[Opening GIVEN ENTRIES section]

from __future__ import annotations

from typing import TYPE_CHECKING

import numpy as np
import pytest

from pipeline.checking.covariance import Shape, conditional_residuals, medians, robust_shape

if TYPE_CHECKING:
    from numpy.typing import NDArray

COVARIANCE = np.array([[1.0, 0.8, -0.5], [0.8, 2.0, 0.3], [-0.5, 0.3, 1.5]])


def samples(n: int = 400, seed: int = 1) -> NDArray[np.float64]:
    return np.random.default_rng(seed).multivariate_normal([10.0, 0.0, -5.0], COVARIANCE, n)


def test_a_fifth_of_wild_values_does_not_count() -> None:
    values = samples()
    values[:80, 1] += 50.0
    wild = robust_shape(values)
    assert np.abs(wild.centre - [10.0, 0.0, -5.0]).max() < 0.25
    assert np.abs(wild.covariance - COVARIANCE).max() < 0.25
    assert np.cov(values.T)[1, 1] > 100.0


def test_residuals_are_those_of_a_regression_on_the_other_values() -> None:
    values = samples()
    shape = Shape(values.mean(axis=0), np.cov(values.T))
    residual, normal = conditional_residuals(values, shape)
    for k in range(3):
        others = np.delete(values, k, axis=1)
        design = np.column_stack([np.ones(len(values)), others])
        fitted = design @ np.linalg.lstsq(design, values[:, k], rcond=None)[0]
        np.testing.assert_allclose(residual[:, k], values[:, k] - fitted, atol=1e-9)
        assert normal[:, k].std() == pytest.approx(1.0, rel=0.02)


@pytest.mark.parametrize("k", range(3))
def test_the_wrong_value_is_the_one_furthest_away(k: int) -> None:
    values = samples()
    shape = Shape(values.mean(axis=0), np.cov(values.T))
    values = np.tile(shape.centre, (2, 1))
    values[:, k] += [9.0, -9.0]
    residual, normal = conditional_residuals(values, shape)
    assert np.abs(normal).argmax(axis=1).tolist() == [k, k]
    np.testing.assert_allclose(residual[:, k], [9.0, -9.0])


def test_units_do_not_matter() -> None:
    values = samples()
    scale = np.array([1e-3, 1.0, 1e4])
    _, normal = conditional_residuals(values, robust_shape(values))
    _, scaled = conditional_residuals(values * scale, robust_shape(values * scale))
    np.testing.assert_allclose(normal, scaled, rtol=1e-6, atol=1e-9)


def test_a_missing_value_implies_nothing() -> None:
    values = samples()
    shape = robust_shape(values)
    gap = values[:3].copy()
    gap[0, 2], gap[1, :2] = np.nan, np.nan
    residual, _ = conditional_residuals(gap, shape)
    two, _ = conditional_residuals(values[:1, :2], Shape(shape.centre[:2], shape.covariance[:2, :2]))
    np.testing.assert_allclose(residual[0, :2], two[0])
    assert np.isnan(residual[0, 2])
    assert np.isnan(residual[1]).all()  # one value alone has nothing beside it


def test_values_that_are_all_equal_break_nothing() -> None:
    values = samples()
    values[:, 1] = 4.0
    residual, _ = conditional_residuals(values, robust_shape(values))
    assert np.isfinite(residual).all()


@pytest.mark.parametrize("n", [1, 2, 7, 400])
def test_medians_are_numpy_s_to_the_last_bit(n: int) -> None:
    values = np.random.default_rng(n).normal(size=(n, 5)).round(2)
    assert medians(values).tolist() == np.median(values, axis=0).tolist()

[Closing GIVEN ENTRIES section]

Every line in the records that holds the word "axis" should be copied into the answer.

    shape = Shape(values.mean(axis=0), np.cov(values.T))
        others = np.delete(values, k, axis=1)
    shape = Shape(values.mean(axis=0), np.cov(values.T))
    assert np.abs(normal).argmax(axis=1).tolist() == [k, k]
    assert medians(values).tolist() == np.median(values, axis=0).tolist()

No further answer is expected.